# Please asnwer my queries on Canada FSW



## gauss1818 (Dec 24, 2013)

Dear Friends,

I found this forum as a treasure and folks are sharing most relevant info where immigration agents are also not fully aware of.. 

I just started Canada FSW for 2281 (Computer Network category) have some questions to be answered before i start..it would be really helpful if any of our friends can answer,

1. Regarding the work references from my previous employers, i could able to get reference on company letter head from only two employers (present & first employer), for remaining employers i could go for the declaration from managers/supervisors who worked with me in those companies. I have already collected Statutory declaration on the plain sheet with my role & responsibilities mentioned and notarized for Australian PR just a year ago. can i use the same for Canada FSW? if not do i need to collect the letters on the stamp paper? 

2. I been doing System/Network administration in all my previous companies that i worked so far with different designations. Is it mandatory that designations should be matched with role performed?

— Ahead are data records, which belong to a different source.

Status Store::EnsureFirstVersion() {
  {
    sql::Statement any(db_.get(), "SELECT EXISTS (SELECT 1 FROM versions)");
    if (!any.ok() || any.Step() != SQLITE_ROW) return sql::ErrorStatus(db_.get(), path_);
    if (any.ColumnInt(0) != 0) return Status::Ok();
  }
  sql::Transaction tx(db_.get());
  if (!tx.status().ok()) return Status::Busy(path_ + ": " + tx.status().message());
  // Another process may have recorded it while this one waited.
  sql::Statement any(db_.get(), "SELECT EXISTS (SELECT 1 FROM versions)");
  if (!any.ok() || any.Step() != SQLITE_ROW) return sql::ErrorStatus(db_.get(), path_);
  if (any.ColumnInt(0) != 0) return Status::Ok();
  any.Reset();
  VersionDelta delta;
  std::vector<std::pair<int64_t, int64_t>> members;
  Status s = CurrentMembersInTransaction(&members);
  if (!s.ok()) return s;
  for (const auto& [id, queue] : members) delta.changes.push_back({id, 0, queue});
  delta.added = static_cast<int64_t>(members.size());
  s = RecordVersionInTransaction("upgrade", ChangeInfo{"", "chute"}, delta);
  if (!s.ok()) return s;
  return tx.Commit();
}

Status Store::ListVersions(std::vector<VersionInfo>* out) {
  out->clear();
  sql::Statement st(db_.get(), std::string(kVersionColumns) + "ORDER BY id");
  if (!st.ok()) return Status::IoError(path_ + ": " + st.error());
  int rc;
  while ((rc = st.Step()) == SQLITE_ROW) out->push_back(ReadVersionRow(st));
  return rc == SQLITE_DONE ? Status::Ok() : sql::ErrorStatus(db_.get(), path_);
}

Status Store::CurrentVersion(VersionInfo* out) {
  sql::Statement st(db_.get(), std::string(kVersionColumns) + "ORDER BY id DESC LIMIT 1");
  if (!st.ok()) return Status::IoError(path_ + ": " + st.error());
  int rc = st.Step();
  if (rc == SQLITE_ROW) {
    *out = ReadVersionRow(st);
    return Status::Ok();
  }
  if (rc == SQLITE_DONE) return Status::NotFound(path_ + ": no version has been recorded");
  return sql::ErrorStatus(db_.get(), path_);
}

Status Store::LoadVersionState(int64_t v, VersionState* out) {
  *out = VersionState();
  sqlite3* db = db_.get();
  sql::ReadTransaction read(db);
  if (!read.status().ok()) return read.status();
  {
    sql::Statement st(db, std::string(kVersionColumns) + "WHERE id = ?");
    if (!st.ok()) return Status::IoError(path_ + ": " + st.error());
    st.Bind(1, v);
    if (st.Step() != SQLITE_ROW) {
      sql::Statement range(db, "SELECT MIN(id), MAX(id) FROM versions");
      std::string known;
      if (range.ok() && range.Step() == SQLITE_ROW && !range.ColumnIsNull(0)) {
        known = "; versions " + std::to_string(range.ColumnInt(0)) + " to " +
                std::to_string(range.ColumnInt(1)) + " are kept";
      }
      return Status::NotFound(path_ + ": there is no version " + std::to_string(v) + known);
    }
    out->info = ReadVersionRow(st);
  }
  {
    sql::Statement st(db, "SELECT header FROM versions WHERE id = ?");
    st.Bind(1, v);
    if (st.Step() != SQLITE_ROW || !DecodeHeader(st.ColumnText(0), &out->settings, &out->queues)) {
      return Status::Corruption(path_ + ": the header of version " + std::to_string(v) +
                                " is damaged");
    }
  }
  // The nearest snapshot at or before v, then the change log after it.
  int64_t from = 0;
  std::vector<std::pair<int64_t, int64_t>> snapshot;
  {
    sql::Statement st(db,
                      "SELECT version, members FROM snapshots WHERE version <= ? "
                      "ORDER BY version DESC LIMIT 1");
    if (!st.ok()) return Status::IoError(path_ + ": " + st.error());
    st.Bind(1, v);
    if (st.Step() == SQLITE_ROW) {
      from = st.ColumnInt(0);
      if (!DecodeMembers(st.ColumnBlob(1), &snapshot)) {
        return Status::Corruption(path_ + ": the snapshot of version " + std::to_string(from) +
                                  " is damaged");
      }
    } else {
      // Without a snapshot the log must reach back to the first version.
      sql::Statement first(db, "SELECT MIN(id) FROM versions");
      if (first.Step() != SQLITE_ROW || first.ColumnInt(0) != 1) {
        return Status::Corruption(path_ + ": the history before version " + std::to_string(v) +
                                  " has neither a snapshot nor its first version");
      }
    }
  }
  std::unordered_map<int64_t, int64_t> members(snapshot.begin(), snapshot.end());
  sql::Statement log(db,
                     "SELECT document, to_queue FROM changes WHERE version > ? AND version <= ? "
                     "ORDER BY version, rowid");
  if (!log.ok()) return Status::IoError(path_ + ": " + log.error());
  log.Bind(1, from).Bind(2, v);
  int rc;
  while ((rc = log.Step()) == SQLITE_ROW) {
    if (log.ColumnIsNull(1)) {
      members.erase(log.ColumnInt(0));
    } else {
      members[log.ColumnInt(0)] = log.ColumnInt(1);
    }
  }
  if (rc != SQLITE_DONE) return sql::ErrorStatus(db, path_);
  out->members.assign(members.begin(), members.end());
  std::sort(out->members.begin(), out->members.end());
  return Status::Ok();
}
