import { loginSchema } from '../../../shared/schemas/auth'
import { User } from '../../models'
import { beginSession } from '../../services/sessions'

const WRONG_CREDENTIALS = 'That e-mail address and password do not match an active account.'

/**
 * Sign-in: open to anyone, so it validates first. The attempt is counted and recorded before
 * the password is checked (see server/utils/sign-in.ts): 5 failures in 15 minutes lock the
 * account, and 30 lock the network address, for the rest of the window.
 */
export default defineEventHandler(async (event) => {
  const { email, password } = await readValidatedBody(event, validateWith(loginSchema))
  const ticket = await admitAttempt(event, email)
  const user = await User.findOne({ where: { email } })
  const passwordMatches = await checkPassword(user?.passwordHash, password)
  if (!user || !passwordMatches) throw createError({ status: 401, statusMessage: 'Unauthorized', message: WRONG_CREDENTIALS })
  if (user.disabled) throw createError({ status: 401, statusMessage: 'Unauthorized', message: 'This account is disabled. Ask an administrator to enable it.' })
  await attemptSucceeded(ticket)
  await beginSession(event, user)
  return user.toPublic()
})
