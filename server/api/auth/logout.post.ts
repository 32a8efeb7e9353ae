import { signOut } from '../../services/sessions'

/** Signs out: the session ends on the server, so the old cookie no longer works. Harmless without one. */
export default defineEventHandler(async (event) => {
  await signOut(event)
  return { signedOut: true }
})
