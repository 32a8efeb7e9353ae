import { Op } from 'sequelize'
import { loginSchema } from '../../../shared/schemas/auth'
import { LoginAttempt, User } from '../../models'

const LOCKOUT_FAILURES = 5
const LOCKOUT_WINDOW_MS = 15 * 60_000
const WRONG_CREDENTIALS = 'That e-mail address and password do not match an active account.'

/** Sign-in: open to anyone, so it validates first; 5 failures in 15 minutes lock the account for the rest of the window. */
export default defineEventHandler(async (event) => {
  const { email, password } = await readValidatedBody(event, validateWith(loginSchema))
  const now = Date.now()
  const lastSuccess = await LoginAttempt.max<Date, LoginAttempt>('at', { where: { email, succeeded: true } })
  const since = new Date(Math.max(now - LOCKOUT_WINDOW_MS, lastSuccess ? new Date(lastSuccess).getTime() + 1 : 0))
  const failures = await LoginAttempt.findAll({ where: { email, succeeded: false, at: { [Op.gte]: since } }, order: [['at', 'DESC']], limit: LOCKOUT_FAILURES })
  if (failures.length >= LOCKOUT_FAILURES) {
    const unlockAt = failures[LOCKOUT_FAILURES - 1]!.at.getTime() + LOCKOUT_WINDOW_MS
    const retryAfterSeconds = Math.max(1, Math.ceil((unlockAt - now) / 1000))
    setResponseHeader(event, 'Retry-After', retryAfterSeconds)
    throw createError({
      status: 429,
      message: `Too many failed sign-ins for this account. Try again in ${Math.ceil(retryAfterSeconds / 60)} minute(s).`,
      data: { retryAfterSeconds },
    })
  }

  const user = await User.findOne({ where: { email } })
  const passwordMatches = user ? await verifyPassword(user.passwordHash, password) : false
  await LoginAttempt.create({ email, succeeded: passwordMatches && !user!.disabled, at: new Date(now) })
  if (!user || !passwordMatches) throw createError({ status: 401, message: WRONG_CREDENTIALS })
  if (user.disabled) throw createError({ status: 401, message: 'This account is disabled. Ask an administrator to enable it.' })

  await setUserSession(event, { user: sessionUser(user), loggedInAt: new Date(now).toISOString() })
  return user.toPublic()
})
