/** Signs out; harmless without a session. */
export default defineEventHandler(async (event) => {
  await clearUserSession(event)
  return { signedOut: true }
})
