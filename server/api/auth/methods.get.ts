import { noQuerySchema } from '#shared/schemas/common'
import { signInMethods } from '../../services/single-sign-on'

/** How one signs in here: with a password, through the organisation's identity provider, or both. Open to anyone. */
export default defineEventHandler(async (event) => {
  await getValidatedQuery(event, validateWith(noQuerySchema))
  return signInMethods()
})
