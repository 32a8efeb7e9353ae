import { endSession, hasSessionCookie, liveSession, SessionEnded } from '../../services/sessions'

/** Signs out: the session ends on the server, so the old cookie no longer works. Harmless without one. */
export default defineEventHandler(async (event) => {
  if (!hasSessionCookie(event)) return { signedOut: true }
  const live = await liveSession(event).catch((error) => {
    if (error instanceof SessionEnded) return null
    throw error
  })
  if (live) await endSession(live.session.id, 'signed-out')
  await clearUserSession(event)
  return { signedOut: true }
})
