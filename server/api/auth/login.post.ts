import { loginSchema } from '#shared/schemas/auth'
import { signIn } from '../../services/sessions'

/**
 * Sign-in: open to anyone, so it validates first. The attempt is counted and recorded before the
 * password is checked: failures lock the account, and the network address, for the rest of the window.
 */
export default defineEventHandler(async (event) => {
  const body = await readValidatedBody(event, validateWith(loginSchema))
  return signIn(event, body)
})
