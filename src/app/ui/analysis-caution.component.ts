import { ChangeDetectionStrategy, Component } from '@angular/core';
import { MatIconModule } from '@angular/material/icon';

/** Shown under every signed-in page: results inform people, they do not decide for them. */
export const ANALYSIS_CAUTION =
  'Nullsmith outputs are analysis aids. Decisions on navigation, safety or environmental mitigation ' +
  'need review by a qualified analyst and must follow local rules.';

@Component({
  selector: 'ns-analysis-caution',
  imports: [MatIconModule],
  template: `<mat-icon aria-hidden="true">info</mat-icon><span>{{ text }}</span>`,
  styles: `
    :host {
      display: flex;
      align-items: center;
      gap: 8px;
      font: var(--mat-sys-body-small);
      color: var(--mat-sys-on-surface-variant);
    }
    mat-icon {
      flex: none;
      width: 18px;
      height: 18px;
      font-size: 18px;
    }
  `,
  changeDetection: ChangeDetectionStrategy.OnPush,
})
export class AnalysisCautionComponent {
  protected readonly text = ANALYSIS_CAUTION;
}
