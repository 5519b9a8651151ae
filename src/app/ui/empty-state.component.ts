import { ChangeDetectionStrategy, Component, input } from '@angular/core';
import { MatIconModule } from '@angular/material/icon';

/**
 * The honest "nothing here yet" panel of a list page: an icon, a headline, one or two
 * sentences on how items arrive, and projected actions (buttons, links).
 */
@Component({
  selector: 'ns-empty-state',
  imports: [MatIconModule],
  template: `
    <mat-icon class="glyph" aria-hidden="true">{{ icon() }}</mat-icon>
    <h2 class="headline">{{ headline() }}</h2>
    <p class="explain"><ng-content /></p>
    <div class="actions"><ng-content select="[nsEmptyStateAction]" /></div>
  `,
  styles: `
    :host {
      display: flex;
      flex-direction: column;
      align-items: center;
      text-align: center;
      gap: 8px;
      padding: 56px 24px;
      border: 1px dashed var(--mat-sys-outline-variant);
      border-radius: 16px;
      background: var(--mat-sys-surface-container-low);
    }
    .glyph {
      width: 56px;
      height: 56px;
      font-size: 32px;
      line-height: 56px;
      border-radius: 50%;
      color: var(--mat-sys-on-secondary-container);
      background: var(--mat-sys-secondary-container);
    }
    .headline {
      margin: 8px 0 0;
      font: var(--mat-sys-title-medium);
      color: var(--mat-sys-on-surface);
    }
    .explain {
      max-width: 56ch;
      margin: 0;
      color: var(--mat-sys-on-surface-variant);
    }
    .actions:empty {
      display: none;
    }
    .actions {
      margin-top: 8px;
      display: flex;
      gap: 8px;
    }
  `,
  changeDetection: ChangeDetectionStrategy.OnPush,
})
export class EmptyStateComponent {
  readonly icon = input.required<string>();
  readonly headline = input.required<string>();
}
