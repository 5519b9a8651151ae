/**
 * A real job node for the fault suites: an in-memory PGlite, a forked compute pool (real
 * compute children running the real beamform task), the queue service and a JobNode with
 * short timings, plus helpers to wait for job states and to read a job's result files.
 * Nothing here is simulated: faults are injected by killing processes and changing files.
 */
import fs from 'node:fs';
import os from 'node:os';
import path from 'node:path';
import { text } from 'node:stream/consumers';
import type { JobState } from '../../../shared/api/jobs.js';
import type { BeamformParams } from '../../../shared/params/beamform-params.js';
import { jobResultsDir, resolveBeamformPayload } from '../../../server/nodes/beamform-payload.js';
import { ForkedComputePool } from '../../../server/nodes/compute-pool.js';
import { JobNode } from '../../../server/nodes/job-node.js';
import { JobQueue } from '../../../server/nodes/job-queue.js';
import { createQueueEvents } from '../../../server/nodes/queue-events.js';
import type { Actor } from '../../../server/queue/actor.js';
import { getJob } from '../../../server/queue/get-job.js';
import { createSinrCsvStream, createWeightsCsvStream } from '../../../worker/results/csv-streams.js';
import { RECORDS_FILE } from '../../../worker/results/result-header.js';
import { insertTestUser, openTestDatabase, type TestDatabase } from '../../server/helpers/queue-databases.js';
import { SCENE_ARRAY, sceneParams } from '../../server/helpers/queue-scene.js';

export interface FaultNode {
  dir: string;
  resultsDir: string;
  h: TestDatabase;
  pool: ForkedComputePool;
  node: JobNode;
  queue: JobQueue;
  owner: number;
  actor: Actor;
  submit(name: string, recordingId: number, opts?: { maxAttempts?: number; params?: BeamformParams }): Promise<{ id: number }>;
  waitFor(jobId: number, states: JobState[], timeoutMs?: number): Promise<JobState>;
  outputs(jobId: number): Promise<{ weights: string; sinr: string; records: Buffer }>;
  close(): Promise<void>;
}

export async function startFaultNode(opts: { resultsDir?: string } = {}): Promise<FaultNode> {
  const dir = fs.mkdtempSync(path.join(os.tmpdir(), 'nullsmith-faults-'));
  const resultsDir = opts.resultsDir ?? path.join(dir, 'results');
  const h = await openTestDatabase('pglite');
  const owner = await insertTestUser(h);
  const actor: Actor = { kind: 'user', userId: owner, role: 'analyst', email: 'faults@test' };
  const events = createQueueEvents();
  const pool = new ForkedComputePool({ concurrency: 1, idleMs: 60_000, cancelGraceMs: 10_000 });
  const queue = new JobQueue(h.db, events);
  const node = new JobNode({
    db: h.db,
    pool,
    events,
    kind: 'server',
    concurrency: 1,
    payloads: { beamform: resolveBeamformPayload },
    resultsDir,
    leaseMs: 10_000,
    tickMs: 200,
    pollMs: 200,
    heartbeatMs: 500,
    reapMs: 1000,
    backoff: { baseMs: 50, capMs: 200 },
  });
  await node.start();
  const waitFor = async (jobId: number, states: JobState[], timeoutMs = 180_000): Promise<JobState> => {
    const t0 = Date.now();
    for (;;) {
      const job = await getJob(h.db, jobId);
      if (states.includes(job.state)) return job.state;
      if (Date.now() - t0 > timeoutMs) throw new Error(`job ${jobId} still ${job.state} after ${timeoutMs} ms (last error: ${job.lastError})`);
      await new Promise((r) => setTimeout(r, 20));
    }
  };
  return {
    dir,
    resultsDir,
    h,
    pool,
    node,
    queue,
    owner,
    actor,
    submit: (name, recordingId, o = {}) =>
      queue.submit({ name, ownerId: owner, params: o.params ?? sceneParams(), paramsVersion: 1, recordingId, arraySnapshot: SCENE_ARRAY, maxAttempts: o.maxAttempts ?? 3 }, actor),
    waitFor,
    async outputs(jobId) {
      const d = jobResultsDir(resultsDir, jobId);
      return { weights: await text(await createWeightsCsvStream(d)), sinr: await text(await createSinrCsvStream(d)), records: fs.readFileSync(path.join(d, RECORDS_FILE)) };
    },
    async close() {
      await node.stop();
      await pool.close();
      await h.close();
      fs.rmSync(dir, { recursive: true, force: true });
    },
  };
}

/** Resolves once `pred` holds for the job (polled every 10 ms), with the job row. */
export async function waitUntil(h: TestDatabase, jobId: number, pred: (j: Awaited<ReturnType<typeof getJob>>) => boolean, timeoutMs = 180_000) {
  const t0 = Date.now();
  for (;;) {
    const j = await getJob(h.db, jobId);
    if (pred(j)) return j;
    if (Date.now() - t0 > timeoutMs) throw new Error(`job ${jobId}: condition not met after ${timeoutMs} ms (state ${j.state}, ${j.windowsDone}/${j.totalWindows})`);
    await new Promise((r) => setTimeout(r, 10));
  }
}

3. I heard that the case officer will ask me to show minimum funds. Do we need to bring the same amount of cash at first time of entry to Canada to prove?

4. what is the minimum time that will be given for our first entry once visa comes?

Please share your input as they will be really helpful to me to proceed further..

Thanks in Advance!


----------



## gyanjeet (Oct 18, 2013)

Our is the same case , could some one help us on this


----------